The entries should be given again so that each one matches the original exactly.
==== Supplied records ====
def _row(path: Path, where: str, line: int | None, entry: dict) -> ScheduleRow:
    """One row's values checked: mark, file, do, quantity, length, section, material."""
    from sizer import units

    def error(key: str, problem: str, fix: str) -> InputError:
        return InputError(str(path), f"{where}.{key}", problem, fix, line)

    @overload
    def text(key: str, required: Literal[True]) -> str: ...
    @overload
    def text(key: str, required: bool = False) -> str | None: ...
    def text(key: str, required: bool = False) -> str | None:
        value = entry.get(key)
        if value is None and not required:
            return None
        if not isinstance(value, str) or not value.strip():
            raise error(key, f"expected text, got {value!r}" if value is not None else f"'{key}' is missing", TEXT_EXAMPLES[key])
        if (control := find_control(value)) is not None:
            raise error(key, f"holds the control character {control}", "remove it: marks and names are plain text")
        return value.strip()

    do = text("do")
    if do is not None and do not in DO_CHOICES:
        raise error("do", f"unknown action {do!r}", 'use "size" or "check"')
    if do == "size" and entry.get("section") is not None:
        raise error("section", "the row is to be sized, so a section given here would not be used", 'remove section, or write do = "check"')
    quantity = entry.get("quantity", 1)
    if isinstance(quantity, bool) or not isinstance(quantity, int) or not 1 <= quantity <= MAX_QUANTITY:
        raise error("quantity", f"expected a whole number from 1 to {MAX_QUANTITY}, got {str(quantity)[:40]!r}", "write e.g. quantity = 4")
    length = entry.get("length")
    if length is not None:
        length = units.parse(length, "length", str(path), f"{where}.length", line)
        if length <= 0:
            raise error("length", "the length must be greater than zero", 'give e.g. length = "5.4 m"')
    return ScheduleRow(where, line, text("mark", True), text("file", True), do, quantity, length, text("section"), text("material"))


def _check_unique_marks(path: Path, rows: Sequence[ScheduleRow]) -> None:
    seen: dict[str, ScheduleRow] = {}
    for row in rows:
        if row.mark in seen:
            raise InputError(str(path), f"{row.where}.mark", f"mark {row.mark!r} is also used by {seen[row.mark].where}",
                             "marks must be unique in a schedule: rename one", row.line)
        seen[row.mark] = row


# ----------------------------------------------------------------------------------------------
# members

def scaled_member(member: Member, length: float) -> Member:
    """The member at a new length (m): every position (supports, hinges, loads, restraints) moved in
    proportion; loads, sections, materials and checks unchanged."""
    k = length / member.length

    def load(item: Any) -> Any:
        if isinstance(item, PointLoad):
            return replace(item, at=item.at * k)
        if isinstance(item, LineLoad):
            return replace(item, start=item.start * k, end=item.end * k)
        raise TypeError(f"no rule to move a {type(item).__name__}")

    return replace(member, length=length,
                   supports=tuple(replace(s, at=s.at * k) for s in member.supports),
                   hinges=tuple(replace(h, at=h.at * k) for h in member.hinges),
                   loads=tuple(load(item) for item in member.loads),
                   restraints=tuple(replace(r, start=r.start * k, end=r.end * k) for r in member.restraints))


def row_member(schedule: Schedule, row: ScheduleRow) -> tuple[Member, list[str]]:
    """The row's member with its overrides, and a note for each override."""
    from sizer import api
    from sizer.phrase import fq, phrase

    member = api.read_member(schedule.path.parent / row.file)
    notes: list[str] = []
    if row.length is not None and abs(row.length - member.length) > 1e-12 * member.length:
        notes.append(phrase(f"{row.mark}: length ", fq("length", row.length, "length"), " from the schedule instead of ",
                            fq("file_length", member.length, "length"), f" in {row.file}: supports, hinges, loads and restraints moved in "
                            f"proportion (x {row.length / member.length:.4g}); buckling lengths in [checks] kept as written."))
        member = scaled_member(member, row.length)
    if row.material is not None and row.material != member.material:
        notes.append(f"{row.mark}: material {row.material!r} from the schedule instead of {member.material!r}.")
        member = replace(member, material=row.material)
    if row.section is not None and row.section != member.section:
        notes.append(f"{row.mark}: section {row.section!r} from the schedule" + (f" instead of {member.section!r}." if member.section else "."))
    return member, notes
====
Exercise response ->
def _row(path: Path, where: str, line: int | None, entry: dict) -> ScheduleRow:
    """One row's values checked: mark, file, do, quantity, length, section, material."""
    from sizer import units

    def error(key: str, problem: str, fix: str) -> InputError:
        return InputError(str(path), f"{where}.{key}", problem, fix, line)

    @overload
    def text(key: str, required: Literal[True]) -> str: ...
    @overload
    def text(key: str, required: bool = False) -> str | None: ...
    def text(key: str, required: bool = False) -> str | None:
        value = entry.get(key)
        if value is None and not required:
            return None
        if not isinstance(value, str) or not value.strip():
            raise error(key, f"expected text, got {value!r}" if value is not None else f"'{key}' is missing", TEXT_EXAMPLES[key])
        if (control := find_control(value)) is not None:
            raise error(key, f"holds the control character {control}", "remove it: marks and names are plain text")
        return value.strip()

    do = text("do")
    if do is not None and do not in DO_CHOICES:
        raise error("do", f"unknown action {do!r}", 'use "size" or "check"')
    if do == "size" and entry.get("section") is not None:
        raise error("section", "the row is to be sized, so a section given here would not be used", 'remove section, or write do = "check"')
    quantity = entry.get("quantity", 1)
    if isinstance(quantity, bool) or not isinstance(quantity, int) or not 1 <= quantity <= MAX_QUANTITY:
        raise error("quantity", f"expected a whole number from 1 to {MAX_QUANTITY}, got {str(quantity)[:40]!r}", "write e.g. quantity = 4")
    length = entry.get("length")
    if length is not None:
        length = units.parse(length, "length", str(path), f"{where}.length", line)
        if length <= 0:
            raise error("length", "the length must be greater than zero", 'give e.g. length = "5.4 m"')
    return ScheduleRow(where, line, text("mark", True), text("file", True), do, quantity, length, text("section"), text("material"))


def _check_unique_marks(path: Path, rows: Sequence[ScheduleRow]) -> None:
    seen: dict[str, ScheduleRow] = {}
    for row in rows:
        if row.mark in seen:
            raise InputError(str(path), f"{row.where}.mark", f"mark {row.mark!r} is also used by {seen[row.mark].where}",
                             "marks must be unique in a schedule: rename one", row.line)
        seen[row.mark] = row


# ----------------------------------------------------------------------------------------------
# members

def scaled_member(member: Member, length: float) -> Member:
    """The member at a new length (m): every position (supports, hinges, loads, restraints) moved in
    proportion; loads, sections, materials and checks unchanged."""
    k = length / member.length

    def load(item: Any) -> Any:
        if isinstance(item, PointLoad):
            return replace(item, at=item.at * k)
        if isinstance(item, LineLoad):
            return replace(item, start=item.start * k, end=item.end * k)
        raise TypeError(f"no rule to move a {type(item).__name__}")

    return replace(member, length=length,
                   supports=tuple(replace(s, at=s.at * k) for s in member.supports),
                   hinges=tuple(replace(h, at=h.at * k) for h in member.hinges),
                   loads=tuple(load(item) for item in member.loads),
                   restraints=tuple(replace(r, start=r.start * k, end=r.end * k) for r in member.restraints))


def row_member(schedule: Schedule, row: ScheduleRow) -> tuple[Member, list[str]]:
    """The row's member with its overrides, and a note for each override."""
    from sizer import api
    from sizer.phrase import fq, phrase

    member = api.read_member(schedule.path.parent / row.file)
    notes: list[str] = []
    if row.length is not None and abs(row.length - member.length) > 1e-12 * member.length:
        notes.append(phrase(f"{row.mark}: length ", fq("length", row.length, "length"), " from the schedule instead of ",
                            fq("file_length", member.length, "length"), f" in {row.file}: supports, hinges, loads and restraints moved in "
                            f"proportion (x {row.length / member.length:.4g}); buckling lengths in [checks] kept as written."))
        member = scaled_member(member, row.length)
    if row.material is not None and row.material != member.material:
        notes.append(f"{row.mark}: material {row.material!r} from the schedule instead of {member.material!r}.")
        member = replace(member, material=row.material)
    if row.section is not None and row.section != member.section:
        notes.append(f"{row.mark}: section {row.section!r} from the schedule" + (f" instead of {member.section!r}." if member.section else "."))
    return member, notes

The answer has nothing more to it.